The lawyer said the De Lima legal team had withdrawn on Friday its motion to quash the illegal drug trade case against her at Branch 205 of the Muntinlupa Regional Trial Court (RTC) filed on Tuesday.
“Aside from the previous reasons we have cited, we will add the prejudicial statements of Mr. Duterte in our motion for the judge to dismiss the case due to mistrial,” said one of De Lima’s lawyers.
In a court order dated Aug. 17, 2017, Judge Amelia Fabros-Corpuz granted the prosecution’s “urgent motion for extension of time with motion to reset” the hearing to file its rejoinder to De Lima’s reply. The prosecutors were given 15 days, deferring De Lima’s arraignment to Sept. 15.
Former Sen. Rene Saguisag, who has been attending De Lima’s hearing, said he recommended the defense lawyers to file a motion to dismiss the case on grounds of mistrial.
He said there was no way De Lima could get a fair trial since the President and his men, particularly Justice Secretary Vitaliano Aguirre II and presidential chief legal counsel Salvador Panelo, would not stop giving the lady senator a guilty verdict.
“And for the President to keep condemning someone being tried by the court, it will really sway policemen, prosecutors and judges to toe the line,” the 78-year-old Saguisag said.
The illegal drug trade case against De Lima and coaccused Jose Adrian Dera stemmed from the complaint of the Volunteers Against Crime and Corruption filed in the Department of Justice.
The complaint used the statements of drug convicts during a series of hearings by the House of Representatives investigating the illegal drug trade in New Bilibid Prison allegedly committed by De Lima and Dera in March last year.
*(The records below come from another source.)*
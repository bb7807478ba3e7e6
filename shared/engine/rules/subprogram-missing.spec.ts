import { test } from 'vitest';
import { checkRule } from '../testing/check-rule';
import { subprogramMissing } from './subprogram-missing';

/** Where subprograms are looked for: facts sheet 12.1.5, 12.1.8, 12.1.9. */
const MACRO = { controller: { language: 'custom-macro' } };

test('finds a call of a program that is nowhere', () => {
  checkRule(
    subprogramMissing,
    {},
    `
G21 G90 G54
M98 P1000 L2
^^^^^^^^^ subprogram-missing: The subprogram O1000 is neither in this file nor given with the controller description.
o<fetch> call [1]
^^^^^^^^^^^^^^^^^ subprogram-missing: The subprogram o<fetch> is neither in this file nor given with the controller description.
M97 P250
^^^^^^^^ subprogram-missing: The call leads to N250, and no block of this program has that number.
M30
O100
N250 G0 Z5
M99
`,
  );
});

test('finds a jump and a return to a line that is nowhere', () => {
  checkRule(
    subprogramMissing,
    MACRO,
    `
G21 G90 G54
GOTO 20
^^^^^^^ subprogram-missing: The jump leads to N20, and no block of this program has that number.
M98 P5
M30
O5
N20 G0 Z5
M99 P30
    ^^^ subprogram-missing: The return leads to N30, and no block of the program it returns to has that number.
`,
  );
});

test('stays silent where it is in the file, or given with the setup', () => {
  const given = { subprograms: [{ name: 'O200', text: 'G0 Z6\nM99' }] };
  checkRule(subprogramMissing, given, 'M98 P100\nM98 P200\nM30\nO0100\nG0 Z5\nM99\n');
  checkRule(subprogramMissing, {}, 'o<lift> sub\nG0 Z5\no<lift> endsub\no<lift> call\nM2\n');
});
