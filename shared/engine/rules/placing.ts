import type { MachineState, Motion } from '../interpreter/events';

/** Which axes a program coordinate places by a work offset that has no value. */
export function unsetAxes(
  motion: Motion,
  state: MachineState,
): { readonly x: boolean; readonly y: boolean; readonly z: boolean } {
  if (motion.by === 'machine' || isAllSet(state)) return NONE_UNSET;
  return {
    x: state.originX === undefined,
    y: state.originY === undefined,
    z: state.originZ === undefined,
  };
}
const NONE_UNSET = { x: false, y: false, z: false };

/** Whether it is known where in the machine the motion runs. */
export function isPlaced(motion: Motion, state: MachineState): boolean {
  return motion.by === 'machine' || isAllSet(state);
}

function isAllSet(state: MachineState): boolean {
  return state.originX !== undefined && state.originY !== undefined && state.originZ !== undefined;
}

/** The axis words that make the motion. */
export function movedWords(motion: Motion): { letters: string } {
  const isArc = motion.kind === 'arc';
  const x = isArc || motion.fromX !== motion.toX ? 'X' : '';
  const y = isArc || motion.fromY !== motion.toY ? 'Y' : '';
  const z = motion.fromZ !== motion.toZ ? 'Z' : '';
  return { letters: x + y + z || 'block' };
}
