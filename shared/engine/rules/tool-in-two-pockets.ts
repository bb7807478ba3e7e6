import { figure, figures, listed, toolWords } from './finding-data';
import { defineRule } from './rule';
import { watchToolsHandled } from './watch-tools-handled';

/** One tool, two homes: one of the two pockets holds something else. */
export const toolInTwoPockets = defineRule({
  id: 'tool-in-two-pockets',
  group: 'tools',
  title: 'The loading puts one tool into two pockets',
  severity: 'stop',
  protects: 'The rack from a holder put down where another stands.',
  explanation:
    'A tool belongs in one pocket. Where the loading names two, one of them is wrong, and the change may fetch from or put into the wrong one. A sharpened twin needs a number of its own.',
  examples: {
    setup: {
      loading: {
        pockets: [
          { pocket: 1, tool: 1 },
          { pocket: 2, tool: 1 },
        ],
      },
    },
    bad: 'G21 G90 G54\nT1 M6\nM30',
    good: 'G21 G90 G54\nG53 G0 Z0\nM30',
  },
  word: (data) => ({
    message: `The loading puts ${toolWords(data)} into pockets ${listed(figures(data, 'pockets'))}.`,
    advice: `Look at the rack and correct the loading, so that T${figure(data, 'tool')} stands in one pocket only.`,
  }),
  observe: (shop, report) =>
    watchToolsHandled(shop, ({ tool, place, pockets }, state) => {
      if (pockets.length < 2) return;
      const { number, name } = tool;
      const data = { tool: number, name, pockets };
      report.found({ cause: `T${number}`, at: place, tool: number, data }, state);
    }),
});
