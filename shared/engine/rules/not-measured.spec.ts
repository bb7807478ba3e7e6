import { test } from 'vitest';
import { checkRule } from '../testing/check-rule';
import { changedTools } from '../testing/test-shop';
import { notMeasured } from './not-measured';

test('flags a length that was never measured, once', () => {
  checkRule(
    notMeasured,
    { tools: changedTools({ 1: { measured: null } }) },
    `
T1 M6
^^^^^ not-measured (hold, unattended stop): The length of T1 (10 mm end mill) has never been measured.
T2 M6
T1 M6
M30
`,
  );
});

test('flags a tool touched since, and one measured too long ago', () => {
  checkRule(
    notMeasured,
    {
      tools: changedTools({
        1: { touched: '2026-11-30T18:30:00Z' },
        2: { measured: { at: '2026-10-20T18:00:00Z', method: 'setter' } },
      }),
    },
    `
T1 M6
^^^^^ not-measured: The length of T1 (10 mm end mill) was measured before the tool was last touched.
T2 M6
^^^^^ not-measured: The length of T2 (6 mm end mill) was measured 42 days ago; the shop allows 30.
M30
`,
  );
});

test('judges no age without a moment to judge it by', () => {
  checkRule(
    notMeasured,
    {
      asOf: undefined,
      tools: changedTools({ 2: { measured: { at: '2020-10-20T18:00:00Z', method: 'setter' } } }),
    },
    `
T2 M6
M30
`,
  );
});

test('allows unmeasured tools where the macro measures them', () => {
  checkRule(
    notMeasured,
    {
      controller: { lengthScheme: 'measured-in-macro' },
      tools: changedTools({ 1: { measured: null } }),
    },
    `
T1 M6
M30
`,
  );
});
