describe('order within a block (NISTIR 6556 table 8)', () => {
  const all = [
    'motion',
    'spindle',
    'coolant',
    'dwell',
    'stop',
    'lengthOffset',
    'toolChanged',
    'programEnd',
  ] as const;
  test.each([
    [
      'X1 M0 G43 H1 M8 M3 S100 M6 T1 F9 G1',
      [
        '1 changed T1: T1',
        '1 M3 cw 100',
        '1 M8 mist false flood true',
        '1 G43 H1 0 to 50',
        '1 feed X0 Y0 Z0 → X1 Y0 Z0 F9',
        '1 stop M0',
        '1 end end-of-text',
      ],
    ],
    ['M30 G0 X1 G4 P2', ['1 dwell 2 program', '1 rapid X0 Y0 Z0 → X1 Y0 Z0', '1 end M30']],
    ['S5 M3\nS7', ['1 M3 cw 5', '2 S cw 7', '2 end end-of-text']],
    [
      'M7\nM8\nM9',
      [
        '1 M7 mist true flood false',
        '2 M8 mist true flood true',
        '3 M9 mist false flood false',
        '3 end end-of-text',
      ],
    ],
    // M19 orients the spindle, so it stands.
    ['S5 M3\nM19', ['1 M3 cw 5', '2 M19 off 5', '2 end end-of-text']],
  ])('%j', (program, events) => {
    expect(eventsOf(program, change(), all)).toEqual(events);
  });
});

describe('words that nothing uses', () => {
  test.each([
    ['X1 H1', ['1 4-6 not-modelled no-use', '1 rapid X0 Y0 Z0 → X1 Y0 Z0']],
    ['X1 I1', ['1 4-6 not-modelled no-use', '1 rapid X0 Y0 Z0 → X1 Y0 Z0']],
    ['X1 E5', ['1 4-6 not-modelled other-axis', '1 rapid X0 Y0 Z0 → X1 Y0 Z0']],
    ['X1 A5', ['1 4-6 not-modelled no-axis', '1 rapid X0 Y0 Z0 → X1 Y0 Z0 A5']],
    // Noughts that say again that nothing is on.
    ['G49 H0\nG40 D0\nT1 M6 H0', []],
  ])('%j', (program, events) => {
    expect(run(program)).toEqual(events);
  });
});

describe('codes the setup declares', () => {
  const codes = [
    { code: 'M64', where: { P: 2 }, does: 'air-blast' },
    { code: 'M61', does: 'set-current-tool', from: 'Q' },
    { code: 'M70', does: 'save-state' },
    { code: 'M72', does: 'restore-state' },
    { code: 'M8', where: { P: 9 }, does: 'vacuum-on' },
  ];
  const declared = (program: string) =>
    eventsOf(program, change({ controller: { codes } }), ['motion', 'deed', 'coolant']);
  test.each([
    ['M64 P2', ['1 M64 air-blast']],
    ['M64 P3', ['1 1-4 not-modelled M64']],
    ['M8 P9', ['1 M8 vacuum-on']],
    // Where its conditions do not hold, a code keeps its built-in meaning.
    ['M8', ['1 M8 mist false flood true']],
    [
      'M70\nG91 G20\nM72\nX1',
      ['1 M70 save-state', '3 M72 restore-state', '4 rapid X0 Y0 Z0 → X1 Y0 Z0'],
    ],
  ])('%j', (program, events) => {
    expect(declared(program)).toEqual(events);
  });
});

describe('what is not modelled', () => {
  test.each([
    // The walk goes on from the stated end.
    ['G5 X5\nG0 X6', ['1 1-3 not-modelled G5', '2 rapid X5 Y0 Z0 → X6 Y0 Z0']],
    // Axis words of a setting code are no end.
    ['G68 X5 Y5 R45\nG0 X6', ['1 1-4 not-modelled G68', '2 rapid X0 Y0 Z0 → X6 Y0 Z0']],
    ['M98 P100', ['1 1-9 subprogram-missing call']],
    ['G0 X#1\nX2', ['1 4-7 not-modelled depends', '2 rapid X0 Y0 Z0 → X2 Y0 Z0']],
    ['M250', ['1 1-5 not-modelled M250']],
  ])('%j', (program, events) => {
    expect(run(program)).toEqual(events);
  });
});
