import type { DeedEvent } from '../interpreter/events';

/**
 * Whether a boot that lifts or docks is down. A program starts with it down, as a cut needs it, and a
 * boot nobody lifted is one to run into.
 */
export function bootAfter(event: DeedEvent, isDown: boolean): boolean {
  switch (event.does) {
    case 'boot-up':
    case 'boot-dock':
      return false;
    case 'boot-down':
    case 'boot-fetch':
      return true;
    default:
      return isDown;
  }
}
De Lima’s camp maintained that the senator at that time was already a private citizen, as she resigned as justice secretary on Oct. 12, 2015, to run for senator.
Meanwhile, De Lima will be spending her 57th birthday in detention for the first time on Aug. 27.
Her birthday wish? “My vindication to come soon, that’s my birthday wish,” De Lima said in an interview after attending a hearing at the Muntinlupa RTC on Friday.